In the King James Version, verse 23 reads, “Let us hold fast the profession of our faith without wavering.” However, the best Greek manuscripts of this text have the word “hope,” rather than “faith,” though faith is truly involved. When one trusts in Christ by faith, he cannot help but be hopeful. There is no such thing as a believer without hope. To hope in Christ is to put yoour faith in Him. A believer without hope is a contradiction in terms. So, while “hope” is probably the correct translation, either way the picture is the same. To “hold fast the confession of our hope” is to “hold fast the profession of our faith.”

“Hope” is expectant and certain. It anticipates that God will fulfill His promises. We can “hold fast” to our hope, because behind it is a God in whom we have full confidence. We can count on Him, because “He who promised is faithful” (v. 23c).

To “hold fast,” also means to “retain a firm grasp” (Frank E. Gaebelein, The Expositor’s Bible Commentary, Vol. 12, Regency Reference Library, Zondervan Publishing House, Grand Rapids, Michigan, 104). So, not only are we to “hold fast the confession of our hope,” but we are to do so “without wavering” (v. 23b). James 1:6b says, “He who doubts is like a wave of the sea driven and tossed by the wind.” That is what it means to waver. It means to be tossed this way and that because of doubt, never knowing what to believe.
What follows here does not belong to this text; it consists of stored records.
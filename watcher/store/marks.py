"""Verification marks: each intact `verify` records what it proved, every chain's position
(row, hash, length) at the moment it read the record, in a chain of its own.

`verify --since` then hashes only what came after the newest mark (and what came after its
date, if that is later), starting each chain from the hash the mark recorded, and checks that
every marked row still holds that hash: a rewrite of older rows and of the hashes after them
shows there. What a mark cannot show is a row before it altered with its hash left as it was;
a full `verify` (no --since) re-hashes everything and finds that.
"""

from __future__ import annotations

import json

from watcher.store.hashing import Finding, chain_hash
from watcher.store.repo import hold

MARK_FIELDS = ("wall_ts", "since_ts", "heads")


def newest(conn) -> dict | None:
    """The newest mark: {"id", "wall_ts", "since_ts", "heads": {chain: [row, hash, rows]}}."""
    row = conn.execute("SELECT id, wall_ts, since_ts, heads FROM verify_marks ORDER BY id DESC LIMIT 1").fetchone()
    if row is None:
        return None
    return {"id": row[0], "wall_ts": row[1], "since_ts": row[2], "heads": json.loads(row[3])}


def add(conn, heads: dict[str, list], since_ts: float | None, wall_ts: float) -> None:
    """Record one intact verification (heads: what chain.heads gave before the walk)."""
    hold(conn, "chain:verify_marks")
    row = conn.execute("SELECT chain FROM verify_marks ORDER BY id DESC LIMIT 1").fetchone()
    values = (wall_ts, since_ts, json.dumps(heads, sort_keys=True))
    conn.execute(
        "INSERT INTO verify_marks (wall_ts, since_ts, heads, chain) VALUES (?, ?, ?, ?)",
        (*values, chain_hash(row[0] if row else None, *values)),
    )


def check_positions(conn, mark: dict | None) -> list[Finding]:
    """Every row the mark names must still hold the hash it recorded (a row since removed is
    the lengths' business)."""
    if mark is None:
        return []
    out = []
    for name, (row_id, value, _rows) in sorted(mark["heads"].items()):
        table = name.split("/")[0]
        id_col = "rowid" if table == "chain_folds" else "id"
        row = conn.execute(f"SELECT chain FROM {table} WHERE {id_col} = ?", (row_id,)).fetchone()
        if row is not None and row[0] != value:
            out.append(
                Finding(
                    name,
                    row_id,
                    f"differs from the hash verification mark {mark['id']} recorded: it or rows before it were "
                    "rewritten since",
                )
            )
    return out


def start_after(mark: dict | None, name: str, first: int) -> int:
    """Where a `--since` walk of one chain begins: its first row since the date, or the row
    after the mark's, whichever is later."""
    if mark is None or name not in mark["heads"]:
        return first
    return max(first, mark["heads"][name][0] + 1)
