"""The readings' chains: where each zone's hash is kept, and verify's walk over them.

Each zone's readings form one chain (store/chain.py): a row's hash is SHA-256 of the hash of
the zone's row before it and the row's own fields. Since schema m016 the hash is kept (the
`chain` column) only on some rows: every KEEP_EVERY-th row of a zone, each zone's newest row,
and every row a stored summary or verification mark names. The rows between two kept hashes
are hashed as before and checked at the next one, so a change to any of them still shows; a
finding names the rows from the last hash that held to the one that does not.

The walk reads the readings of all zones in one pass in the order they were written (each
page once) and carries each zone's running hash in a dict. A big record is cut into row
ranges walked in worker processes, one per core: a range starts each zone from the zone's
last kept hash before it (the range before checks that very hash), so the pieces prove what
one pass would.
"""

from __future__ import annotations

import multiprocessing
import os
import sqlite3
from concurrent.futures import ProcessPoolExecutor
from hashlib import sha256
from pathlib import Path

from watcher.store.hashing import READING_FIELDS, Finding, ReadingHasher
from watcher.store.repo import file_path, stream

#: Rows above which the walk runs in worker processes, one per core; below it, starting
#: workers costs more than it saves.
PARALLEL_ROWS = 300_000
BROKEN = (
    "does not follow from the row before it: rows before it were deleted, or this row or the one before it was "
    "altered or added"
)


def zone_series(conn, zone: str) -> list[int]:
    return [sid for (sid,) in conn.execute("SELECT id FROM series WHERE zone = ?", (zone,))]


def kept_before(conn, zone: str, before_id: int) -> tuple[int, str | None]:
    """(row, hash) of the zone's last kept hash before before_id; (0, None) if none: a seek a
    series in the index of kept hashes."""
    row_id = conn.execute(KEPT_BEFORE, (before_id, zone)).fetchone()[0]
    if row_id is None:
        return 0, None
    return row_id, conn.execute("SELECT chain FROM reading_rows WHERE id = ?", (row_id,)).fetchone()[0]


#: The zone's last kept hash's row before a row: an index seek a series, in one statement (a
#: statement a series costs a round trip each on a server).
KEPT_BEFORE = (
    "SELECT max((SELECT id FROM reading_rows WHERE series = s.id AND id < ? AND chain IS NOT NULL "
    "ORDER BY id DESC LIMIT 1)) FROM series s WHERE s.zone = ?"
)


def head_row(conn, zone: str) -> tuple[int, str] | None:
    """(row, hash) of the zone's newest row, whose hash is always kept; None without rows."""
    row = kept_before(conn, zone, 1 << 62)
    return row if row[0] else None


def names(conn) -> tuple[dict[int, tuple[str, str, str]], dict[int, str]]:
    """{series id: (zone, sensor, signal)} and {topic id: topic}: a row's names."""
    series = {sid: (z, s, g) for sid, z, s, g in conn.execute("SELECT id, zone, sensor, signal FROM series")}
    return series, dict(conn.execute("SELECT id, topic FROM topics"))


def follow(hasher, prev, row_id: int, values: tuple, stored, links: dict) -> str:
    """A row's running hash: from the hash before it, or, when retention deleted the rows
    before it, from the hash its fold link recorded (the one that gives its kept hash)."""
    candidates = links.get(row_id)
    if candidates:
        for p in candidates:
            h = hasher(p, *values)
            if stored is None or h == stored:
                return h
        return hasher(candidates[-1], *values)
    return hasher(prev, *values)


class _Zone:
    """One zone's walk: where it starts, its running hash, what was found."""

    __slots__ = ("begin", "prev", "n", "finding", "last", "last_chain", "ok", "links")

    def __init__(self, begin: int, prev, links: dict):
        self.begin, self.prev, self.links = begin, prev, links
        self.n, self.finding, self.last, self.last_chain, self.ok = 0, None, 0, None, begin


def walk_range(conn, lo: int, hi: int, starts: dict, folds: dict, hashed_from: float) -> dict[str, list]:
    """Recompute every zone's chain over rows < hi, each zone from its (row, hash) in
    `starts` on (rows up to that row are skipped), counting the rows from lo on. Returns
    {zone: [rows checked, first Finding or None, newest row, whether its hash is kept, the
    last row whose kept hash held]} of the zones with rows in the range."""
    series, topics = names(conn)
    hasher = ReadingHasher()
    zones = {z: _Zone(s[0], s[1], folds.get(f"readings/{z}", {})) for z, s in starts.items()}
    first = min([z.begin + 1 for z in zones.values()] + [lo])
    cur = stream(
        conn,
        f"SELECT id, {PACKED}, ts, value, received_ts, chain FROM reading_rows WHERE id >= ? AND id < ? ORDER BY id",
        (first, hi),
    )
    # packed (series, topic, late) -> (the zone's walk or None, head text, tail text, the row's names)
    texts: dict[int, tuple] = {}

    def parts_of(row_id: int, key: int | None) -> tuple:
        sid, tid, late = unpacked(conn, row_id, key)
        zone, sensor, signal = series[sid]
        row_names = (zone, sensor, signal, topics[tid], late)
        return (zones.get(zone), *(hasher.parts(*row_names) or (None, None)), row_names)

    text, number = hasher.floats.get, hasher.float_text
    for row_id, key, ts, value, received_ts, stored in cur:  # row by row: faster than big fetches
        parts = texts.get(key)
        if parts is None:
            parts = parts_of(row_id, key)
            if key is not None:
                texts[key] = parts
        z, head, tail, row_names = parts
        if z is None or row_id <= z.begin or z.finding is not None:
            continue  # a zone not walked, a row before its start, or a zone already broken
        if row_id >= lo:
            z.n += 1
        z.last, z.last_chain = row_id, stored
        if row_id < hashed_from:
            continue  # written before this chain was hashed (an older database)
        if (
            head is not None
            and type(ts) is float
            and type(value) is float
            and type(received_ts) is float
            and (not z.links or row_id not in z.links)
        ):
            # ReadingHasher.numbers, inlined: this runs for every row of the record.
            h = sha256(
                f"{z.prev or ''}{head}{text(ts) or number(ts)}\x1f{text(value) or number(value)}"
                f"\x1f{text(received_ts) or number(received_ts)}{tail}".encode()
            ).hexdigest()
        else:
            zone, sensor, signal, topic, lt = row_names
            values = (zone, sensor, signal, ts, value, received_ts, topic, lt)
            h = follow(hasher, z.prev, row_id, values, stored, z.links)
        if stored is not None:
            if h != stored:
                z.finding = _broken(row_names[0], z.ok + 1, row_id)
                continue
            z.ok = row_id
        z.prev = h
    return {name: [z.n, z.finding, z.last, z.last_chain is not None, z.ok] for name, z in zones.items() if z.last}


#: A row's series, topic and flag as one integer (fewer objects a row for the walk to make);
#: NULL for a row whose values would not pack exactly (an altered row: read as stored).
PACKED = (
    "CASE WHEN late IN (0, 1) AND series BETWEEN 0 AND 4294967295 AND topic BETWEEN 0 AND 1073741823 "
    "THEN series | (topic << 32) | (late << 62) END"
)


def unpacked(conn, row_id: int, key: int | None) -> tuple:
    """(series, topic, late) of a row from its PACKED key, or as stored when it has none."""
    if key is None:
        return conn.execute("SELECT series, topic, late FROM reading_rows WHERE id = ?", (row_id,)).fetchone()
    return key & 0xFFFFFFFF, (key >> 32) & 0x3FFFFFFF, key >> 62


def _broken(zone: str, start: int, row_id: int) -> Finding:
    what = (
        BROKEN
        if start >= row_id
        else f"rows {start} to {row_id} do not hash to the hash kept at row {row_id}: one of them "
        "was altered, added or deleted, or rows just before them were deleted"
    )
    return Finding(f"readings/{zone}", start, what, last_id=row_id)


def _in_worker(path: str, lo: int, hi: int, starts: dict, folds: dict, hashed_from: float) -> dict[str, list]:
    conn = sqlite3.connect(Path(path).resolve().as_uri() + "?mode=ro", uri=True)
    try:
        return walk_range(conn, lo, hi, starts, folds, hashed_from)
    finally:
        conn.close()


def walk_readings(conn, firsts: dict[str, int], folds: dict, hashed_from: float):
    """Every zone's chain from its row in `firsts` on: ({zone: rows checked} of the zones that
    hold, [first break of each zone that does not]). In worker processes when the record is
    big and there is more than one core."""
    last = conn.execute("SELECT max(id) FROM reading_rows").fetchone()[0] or 0
    first_id = min(firsts.values(), default=last + 1)
    path = file_path(conn)
    workers = os.cpu_count() or 1
    starts = {z: kept_before(conn, z, f) for z, f in firsts.items()}
    if not path or workers < 2 or last - first_id < PARALLEL_ROWS:
        parts = [walk_range(conn, first_id, last + 1, starts, folds, hashed_from)]
    else:
        step = (last + 1 - first_id) // workers + 1
        bounds = [(first_id + k * step, min(first_id + (k + 1) * step, last + 1)) for k in range(workers)]
        ctx = multiprocessing.get_context("spawn")  # never fork a process holding SQLite connections
        with ProcessPoolExecutor(max_workers=workers, mp_context=ctx) as pool:
            futures = []
            for k, (lo, hi) in enumerate(bounds):
                part_starts = starts if k == 0 else {z: max(starts[z], kept_before(conn, z, lo)) for z in firsts}
                futures.append(pool.submit(_in_worker, path, lo, hi, part_starts, folds, hashed_from))
            parts = [f.result() for f in futures]
    counts: dict[str, int] = {}
    breaks: dict[str, Finding] = {}
    newest: dict[str, tuple[int, bool, int]] = {}
    for part in parts:  # in row order: a zone's first break is the earliest range's
        for zone, (n, found, row_id, kept, ok_id) in part.items():
            counts[zone] = counts.get(zone, 0) + n
            if found is not None and zone not in breaks:
                breaks[zone] = found
            if row_id:
                ok_id = max(ok_id, newest.get(zone, (0, False, 0))[2])
                newest[zone] = (row_id, kept, ok_id)
    for zone, (row_id, kept, ok_id) in newest.items():
        if not kept and zone not in breaks:
            what = (
                f"no hash from this row on is kept, up to the zone's newest row {row_id}, which must keep one: "
                "hashes were removed, or rows after the last one deleted"
            )
            breaks[zone] = Finding(f"readings/{zone}", ok_id + 1, what, "MISSING", last_id=row_id)
    return {z: n for z, n in counts.items() if z not in breaks}, [breaks[z] for z in sorted(breaks)]


def running(conn, zone: str, upto_id: int, folds: dict, hashed_from: float) -> dict[int, str]:
    """The zone's running hash at each of its rows up to upto_id (retention needs the hash of
    a row it deletes when the row after it stays, and most rows keep none)."""
    hasher = ReadingHasher()
    links = folds.get(f"readings/{zone}", {})
    prev, out = None, {}
    cols = ", ".join(READING_FIELDS)
    for row_id, stored, *values in stream(
        conn, f"SELECT id, chain, {cols} FROM readings WHERE zone = ? AND id <= ? ORDER BY id", (zone, upto_id)
    ):
        if row_id < hashed_from:
            continue
        prev = out[row_id] = follow(hasher, prev, row_id, tuple(values), stored, links)
    return out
But we are to “hold fast the confession of our hope without wavering.” We are to “hold unswervingly to the hope we profess” (NIV).

This is not done where anyone can see. This is an affair of the heart. Embrace your hope. Hold fast to your hope. Be a hope-filled person. Hope in God, because He has made promises to you, and He is faithful. He has promised to write the law on your heart and put it in your mind (Heb. 10:16); He has promised to work in you “what is well pleasing in His sight” (Heb. 13:21); He has promised to remember your sins no more (Heb. 10:17); He has promised that we will be perfected for all time by a single sacrifice (Heb. 10:14); He has promised never to leave us or forsake us (Heb. 13:5); and He has promised to bring good from all our pain (Heb. 12:10). And the Lord keeps His promises!

Without some effect on your life, hope in God would be invisible. It would bring no public glory to God's power, wisdom, goodness and trustworthiness. If the act of hoping in God were all that he created you for, then verse 24 would be wasted words. But they are not. God created you first, to hope in Him, and then, to make that hope visible by the effect that it has on your life, and through you, the effect it has on others That effect is given in verse 24, and it is what fellowship is all about. In fact, verse 24 defines koinonia: “Let us consider one another in order to stir up love and good works.” Amen.